We collect NetFlow cheaply and angrily
Hello, I am an exploiter and I love to know what is happening in the infrastructure. And I also love to climb into someone else's business, and this time I climbed into the net.
Suppose you have your network equipment and a bag of monoliths sticking to the Internet, microservices and microservices monoliths with their dependencies in the form of databases, caches and FTP servers. And sometimes some of the inhabitants of this bag begin to misbehave on the net.
Here are just some examples of such pranks:
- backup outside the prescribed window in 40 streams;
- configuration errors sending the application in one DC to the cache of another DC;
- application questions in the next rack to the same cache “give me this half-megabyte object from the cache two hundred times a second.
SNMP counters from switch ports or VMs will only give an approximate picture of what is happening, but I want accuracy and speed of problem analysis. The NetFlow / IPFIX and sFlow protocols come to the rescue , which generate rich traffic information directly from the network equipment. It remains to put it somewhere and somehow process it.
From the available NetFlow collectors, the following were considered:
- flow-tools - did not like storage in files (for a long time to make samples, especially operative in the process of reacting to an incident) or MySQL (having a table there in billions of rows seems like a rather bleak idea);
- Elasticsearch + Logstash + Kibana is a very resource-intensive bundle, up to 6 cores of an old 2.2 GHz CPU to receive 5000 flows (flows) per second. However, Kibana allows you to stick across any filters in the browser, which is valuable;
- vflow - did not like the output format (JSON, which without modification cannot be added to the same Elasticsearch);
- box solutions - did not like either the high price or the small difference from the selected one.
A selected was described in the presentation of Louis Poinsignon at RIPE 75 . The general scheme of a simple collector is as follows:
GoFlow parses NetFlow / sFlow packages and puts them into a local Kafka in protobuf format. The self-written “shovel” goflow2ch takes the messages out of Kafka and puts them in Clickhouse in batches for better performance. The scheme does not address the issue of high availability at all, but for each component there are either standard or more or less simple external means of its provision.

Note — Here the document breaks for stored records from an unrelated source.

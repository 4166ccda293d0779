package main

import (
	"context"
	"errors"
	"fmt"
	"io"

	"github.com/spf13/cobra"

	"railproof/checks"
	"railproof/checks/study"
	"railproof/netlist/quantity"
	"railproof/report"
)

// traceOptions is what `railproof trace` is asked to do.
type traceOptions struct {
	sourceFlags
	outputFlags
	line, stress, duration string
	loads                  []string
	nominal, cold          bool
	phase                  float64
	periods                int
}

func newTrace(s *streams) *cobra.Command {
	var o traceOptions
	c := &cobra.Command{
		Use:   "trace FILE [NODE or ELEMENT...]",
		Short: "Draw waveforms over two line cycles or from cold start",
		Long: `trace solves one condition and writes its waveforms as numbers (csv) or as a drawing (svg, png).

  OUT            the voltage of node OUT against ground (node:OUT where an element has the same name)
  D1             the voltage and the current of element D1
  D1:voltage     its voltage alone: first terminal against second, anode to cathode, collector to emitter
  D1:current     its current alone: into the first terminal; of a voltage source that is into its plus
  U1             of a regulator: its input above its output, and the current out of its output

Without names: what reservoirs, filters and regulators of each rail deliver.

The condition is nominal line and full load unless --line and --load say otherwise, with the air at the high end of
its range and no part off its drawn value. --nominal takes the netlist exactly as written, without what its duty sheet varies;
--stress D1=peak-reverse-voltage the condition in which that stress is worst, tolerances included: the quantities are
those of ` + "`railproof stress`" + `, and without names the part itself is traced.

The steady state is shown over two periods of the sources, a cold start over ten. In CSV there is one line a moment:
time_s, then NAME:voltage_V or NAME:current_A, nodes as node:NAME; every value that was solved is there, before and
after a jump too, and what has none at that moment is interpolated. In a drawing a dot marks the highest point of a
curve and a ring the lowest; no peak is lost to its resolution.

Exit status: 0 every waveform asked for is written; 2 a file could not be read or the usage is wrong; 3 a waveform has
no solution: the error stream says why, and the others are written.`,
		Example: `  railproof trace supply.cir OUT D1:current --format png --output out.png
  railproof trace supply.cir --line low --load 50% --format svg --output rails.svg
  railproof trace supply.cir --stress D1=peak-reverse-voltage
  railproof trace supply.cir D1:current --cold-start --phase 90 --periods 20`,
		Args: cobra.MinimumNArgs(1),
		RunE: func(c *cobra.Command, args []string) error { return runTrace(c.Context(), s, &o, c, args) },
	}
	o.sourceFlags.add(c)
	o.outputFlags.add(c, report.TraceFormats())
	f := c.Flags()
	f.StringVar(&o.line, "line", "nominal", "`END` of the supply line: low, nominal or high")
	f.StringArrayVar(&o.loads, "load", nil, "`LEVEL` of all loads, light, full or a percentage, or NAME=LEVEL of one, repeatable (default full)")
	f.BoolVar(&o.nominal, "nominal", false, "the netlist exactly as written")
	f.StringVar(&o.stress, "stress", "", "the condition in which a stress is worst, as `ELEMENT=QUANTITY`")
	f.BoolVar(&o.cold, "cold-start", false, "from empty instead of the steady state")
	f.Float64Var(&o.phase, "phase", 0, "with --cold-start: where in the period of the sources it begins, in `DEGREES`")
	f.IntVar(&o.periods, "periods", 0, "how many periods of the sources (default 2, of a cold start 10)")
	f.StringVar(&o.duration, "duration", "", "how long instead, a `TIME` such as 50ms")
	completeWords(c, "line", "low", "nominal", "high")
	completeWords(c, "load", "light", "full")
	return c
}

func runTrace(ctx context.Context, s *streams, o *traceOptions, c *cobra.Command, args []string) error {
	for _, pair := range contrary {
		if c.Flags().Changed(pair[0]) && c.Flags().Changed(pair[1]) {
			return fmt.Errorf("--%s and --%s exclude each other", pair[0], pair[1])
		}
	}
	targets, err := o.targets(report.TraceFormats())
	if err != nil {
		return err
	}
	for _, t := range targets {
		if t.format == "png" && t.file == "" && s.outTerm {
			return errors.New("png is no text for a terminal; expected --output FILE")
		}
	}
	window, err := o.window(c)
	if err != nil {
		return err
	}
	if err := o.validate(1); err != nil {
		return err
	}
	file := args[0]
	if err := spare(named(targets), o.reads(file)); err != nil {
		return err
	}
	traced, diagnostics, err := checks.Trace(ctx, checks.TraceOptions{
		Options: o.options(file), Signals: args[1:], Line: o.line, Loads: o.loads, Nominal: o.nominal, Stress: o.stress,
		Cold: o.cold, Degrees: o.phase, Window: window,
	})
	if err != nil {
		return err
	}
	if len(diagnostics) > 0 {
		return s.refuse(diagnostics)
	}
	if err := o.spare(targets); err != nil {
		return err
	}
	return writeTrace(s, targets, traced)
}

// contrary are flags of which one makes the other void.
var contrary = [][2]string{
	{"nominal", "stress"}, {"nominal", "line"}, {"nominal", "load"}, {"stress", "line"}, {"stress", "load"},
	{"stress", "cold-start"}, {"periods", "duration"},
}

// window reads how long the trace is to be.
func (o *traceOptions) window(c *cobra.Command) (study.Window, error) {
	w := study.Window{Periods: o.periods}
	if c.Flags().Changed("periods") && o.periods < 1 {
		return w, fmt.Errorf("--periods %d; expected 1 or more", o.periods)
	}
	if o.duration != "" {
		v, err := quantity.Parse(o.duration, quantity.Second)
		if err != nil {
			return w, fmt.Errorf("--duration %w", err)
		}
		if !(v.Number > 0) {
			return w, fmt.Errorf("--duration %s; expected a time above zero", o.duration)
		}
		w.Duration = v.Number
	}
	if c.Flags().Changed("phase") && !o.cold {
		return w, errors.New("--phase needs --cold-start")
	}
	if !(o.phase >= 0 && o.phase <= 360) {
		return w, fmt.Errorf("--phase %g; expected 0 to 360 degrees", o.phase)
	}
	return w, nil
}

// writeTrace writes what has a solution and says what has none.
func writeTrace(s *streams, targets []target, traced *checks.Traced) error {
	sheet := report.NewTraceSheet(traced)
	for _, note := range append(traced.Notes, sheet.Doubts()...) {
		s.say("railproof: note: " + note)
	}
	unsolved := sheet.Unsolved()
	for _, why := range unsolved {
		s.say("railproof: " + why)
	}
	if len(unsolved) < len(traced.Trace.Waveforms) {
		err := deliver(s, targets, func(w io.Writer, format string, _ report.Style) error { return sheet.Write(w, format) })
		if err != nil {
			return err
		}
	}
	if len(unsolved) > 0 {
		return exitStatus(report.ExitUnproven)
	}
	return nil
}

Tests have shown that the CPU cost of parsing and saving the same 5000 threads per second is about a quarter of the CPU core, and the disk space occupied is on average 11-14 bytes per slightly truncated stream.
Advantages of the scheme:
- the ability to ask arbitrary questions about the state of the network using the SQL dialect;
- undemanding of resources and horizontal scalability. Old / slow processors and magnetic hard disks will do;
- if necessary, a full-fledged data pipeline is collected for analyzing network events, including in real time using Kafka Streams, Flink or analogs;
- the ability to change the storage to an arbitrary minimum means.
Cons too decent:
- to ask questions, you need to know well SQL and its ClickHouse dialect; there are no ready reports and graphs;
- Many new moving parts in the form of Kafka, Zookeeper and ClickHouse. The first two are in Java, which can cause rejection for religious reasons. For me personally, this was not a problem, since all this was somehow used in the organization;
- have to write code. Either a “shovel” transferring data from Kafka to ClickHouse, or an adapter for recording directly from GoFlow.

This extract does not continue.